# Fuerteventura



## Tiffy (13. Oktober 2002)

Moin zusammen,

wer hat denn schon mal im Oktober vor Fuerteventura sein Glück versucht?? Wäre schön mal ein paar Info´s oder Erfahrungen von Euch zu lesen. 

Vielen Dank :m


----------



## Tiffy (13. Oktober 2002)

Joh Lengalenga,

das ist schon was für Vatters Sohn 

Besonders die hier  :k 

Weiß jemand ob die da im Oktober noch rumschwimmen ?? Soviel ich weiß stehen die Chancen auf Marlin im Oktober ganz gut.

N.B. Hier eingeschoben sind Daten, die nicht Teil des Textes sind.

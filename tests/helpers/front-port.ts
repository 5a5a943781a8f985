// A test service that can be stopped and started again behind one address. The app reads its
// service addresses once (lib/env), so a service restarted on a new port would be unreachable;
// a fixed port could be taken by another process (EADDRINUSE under load). Instead a small TCP
// front listens on port 0 for the whole test file and forwards each connection to whatever the
// service currently listens on (itself on port 0), or resets it while the service is stopped.
import { createServer, connect, type Server, type Socket } from 'node:net';
import type { AddressInfo } from 'node:net';

export interface FrontPort {
  /** The port the app is pointed at; fixed for the life of the front. */
  port: number;
  /** Forward new connections to this local port, or refuse them (null: the service is down). */
  setTarget(port: number | null): void;
  /** Resets the connections that are open right now (a stopping service drops them). */
  dropConnections(): void;
  close(): Promise<void>;
}

/** Listens on 127.0.0.1 port 0 and resolves with the port it got. */
export function listenOnFreePort(server: Server | { listen: Server['listen'] }): Promise<number> {
  return new Promise((resolve, reject) => {
    const s = server as Server;
    s.once('error', reject);
    s.listen(0, '127.0.0.1', () => {
      s.off('error', reject);
      resolve((s.address() as AddressInfo).port);
    });
  });
}

export async function openFrontPort(): Promise<FrontPort> {
  let target: number | null = null;
  const open = new Set<Socket>();
  const server = createServer((client) => {
    open.add(client);
    client.on('close', () => open.delete(client));
    client.on('error', () => {});
    if (target === null) {
      client.resetAndDestroy();
      return;
    }
    const upstream = connect(target, '127.0.0.1');
    open.add(upstream);
    upstream.on('close', () => open.delete(upstream));
    upstream.on('error', () => client.resetAndDestroy());
    client.on('error', () => upstream.destroy());
    client.pipe(upstream).pipe(client);
  });
  const port = await listenOnFreePort(server);
  return {
    port,
    setTarget(next) {
      target = next;
    },
    dropConnections() {
      for (const s of open) s.destroy();
      open.clear();
    },
    close() {
      for (const s of open) s.destroy();
      return new Promise((resolve) => server.close(() => resolve()));
    },
  };
}

interface S3rverInstance {
  run(): Promise<AddressInfo>;
  close(): Promise<void>;
}

export interface TestObjectStore {
  /** http://127.0.0.1:<front port>, for S3_ENDPOINT. */
  endpoint: string;
  start(): Promise<void>;
  /** Stops the S3 fake (its files stay, so start() brings the same objects back). */
  stop(): Promise<void>;
  close(): Promise<void>;
}

/** An S3 fake in this process behind a front port; call start() before using it. */
export async function openTestObjectStore(directory: string, buckets: string[] = []): Promise<TestObjectStore> {
  const { createRequire } = await import('node:module');
  const S3rver = createRequire(import.meta.url)('@20minutes/s3rver') as new (o: Record<string, unknown>) => S3rverInstance;
  const front = await openFrontPort();
  let running: S3rverInstance | null = null;
  const store: TestObjectStore = {
    endpoint: `http://127.0.0.1:${front.port}`,
    async start() {
      if (running) return;
      const s3 = new S3rver({
        address: '127.0.0.1',
        port: 0,
        directory,
        silent: true,
        allowMismatchedSignatures: true,
        configureBuckets: buckets.map((name) => ({ name })),
      });
      const address = await s3.run();
      running = s3;
      front.setTarget(address.port);
    },
    async stop() {
      front.setTarget(null);
      front.dropConnections();
      const s3 = running;
      running = null;
      await s3?.close();
    },
    async close() {
      await store.stop();
      await front.close();
    },
  };
  return store;
}
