import { withApi } from '@/lib/api/handler';
import { siteAreaParamsSchema } from '@/lib/sites/schemas';
import { setAreaArchived } from '@/lib/sites/service';

// POST /api/sites/:id/areas/:areaId/restore: bring an archived area back.
export const POST = withApi({ params: siteAreaParamsSchema }, async ({ actor, params }) => setAreaArchived(actor, params.id, params.areaId, false));
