// vitest globalSetup. Safety guard: the tests write to and wipe whatever DATABASE_URL points at,
// so refuse to run unless it is a database on this machine. `npm test` exports the test profile's
// DATABASE_URL (postgres://postgres@127.0.0.1:54339/rimeline_test); unit tests need none.
const LOCAL_HOSTS = new Set(['127.0.0.1', 'localhost', '::1', '[::1]']);

export function assertLocalDatabaseUrl(value: string | undefined): void {
  if (!value) return;
  let host: string;
  try {
    host = new URL(value).hostname;
  } catch {
    throw new Error('DATABASE_URL is not a valid URL; refusing to run the tests.');
  }
  if (!LOCAL_HOSTS.has(host)) {
    throw new Error(
      `DATABASE_URL points at "${host}", not at a database on this machine; refusing to run the tests ` +
        '(they modify and delete data). Run them with `npm test`, which uses the local test database.',
    );
  }
}

export default function setup(): void {
  assertLocalDatabaseUrl(process.env.DATABASE_URL);
}
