// Reads the local mail catcher's HTTP API (see docker-free-scripts/mail-catcher.ts).
export const mailApi = process.env.MAIL_CATCHER_URL ?? 'http://127.0.0.1:1081';

export interface CaughtMessage {
  id: string;
  to: string[];
  subject: string;
  text: string | null;
  html: string | null;
  messageId?: string;
}

export async function clearMail(): Promise<void> {
  await fetch(`${mailApi}/messages`, { method: 'DELETE' });
}

export async function mailTo(address: string): Promise<CaughtMessage[]> {
  const res = await fetch(`${mailApi}/messages?to=${encodeURIComponent(address)}`);
  return (await res.json()) as CaughtMessage[];
}

/** Waits until a message for the address arrives (the outbox sends asynchronously). */
/**
 * The newest message to `address` that `match` accepts. A message an earlier test queued can
 * still arrive after the inbox was emptied (closing a visit wakes the outbox in the background),
 * so a test names what it is waiting for.
 */
export async function waitForMail(address: string, timeoutMs = 15_000, match: (m: CaughtMessage) => boolean = () => true): Promise<CaughtMessage> {
  const end = Date.now() + timeoutMs;
  while (Date.now() < end) {
    const found = (await mailTo(address)).find(match);
    if (found) return found;
    await new Promise((r) => setTimeout(r, 200));
  }
  throw new Error(`No mail for ${address} within ${timeoutMs} ms`);
}

export function firstLink(text: string, pathPart: string): string {
  const match = text.match(new RegExp(`https?://[^\\s"<>]*${pathPart}[^\\s"<>]*`));
  if (!match) throw new Error(`No link containing ${pathPart} in: ${text}`);
  return match[0];
}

Aber Tunnis weiß ich jetzt nicht so direkt  ;+


----------



## anguilla (13. Oktober 2002)

ich war mal im März 2000 dort und habe eine Ausfahrt mit dem Boot eines Deutschen gemacht. Der hat mir erzählt, das im September und Oktober die beste Zeit auf Marlin wäre...

Petri
anguilla


----------



## Angelheini (14. Oktober 2002)

> _Original von Lengalenga _
> www.fuerteventura-infos.de/sportfishing


Das sieht ja gut aus, hoffentlich wirklich kein Touri-Nepp. Den habe ich damals (1995) im Norden in Corralejo erlebt, das Schiff hieß &quot;Pez Velero&quot;.
Viel Erfolg wünsche ich Dir, Tiffy

Gruß Angelheini


----------



## Tiffy (14. Oktober 2002)

@ anguilla,

joh ist wohl die beste Zeit für den gestreiften Marlin. Für Blue-Marlin ist wohl Juli - August die beste Zeit. Jedenfalls was meinen Informationsstand angeht. Wenns aber dann doch der Oktober ist dann soll mir das recht sein 

@ Angelheini,

deinen Bericht über dieses Erlebniss hab ich natürlich schon gelesen. War ja nicht so schön was du dort erlebt hast. Ich hoffe ich bleibe von so etwas verschont. 

Das Boot was Lenga da gepostet hat ist natürlich auch ne ganz andere Klasse. 75,- Euros die Stunde ist ja auch schon ein Preis. Ich hoffe ich finde bis dahin noch Leute mit denen ich die Charter teilen kann. 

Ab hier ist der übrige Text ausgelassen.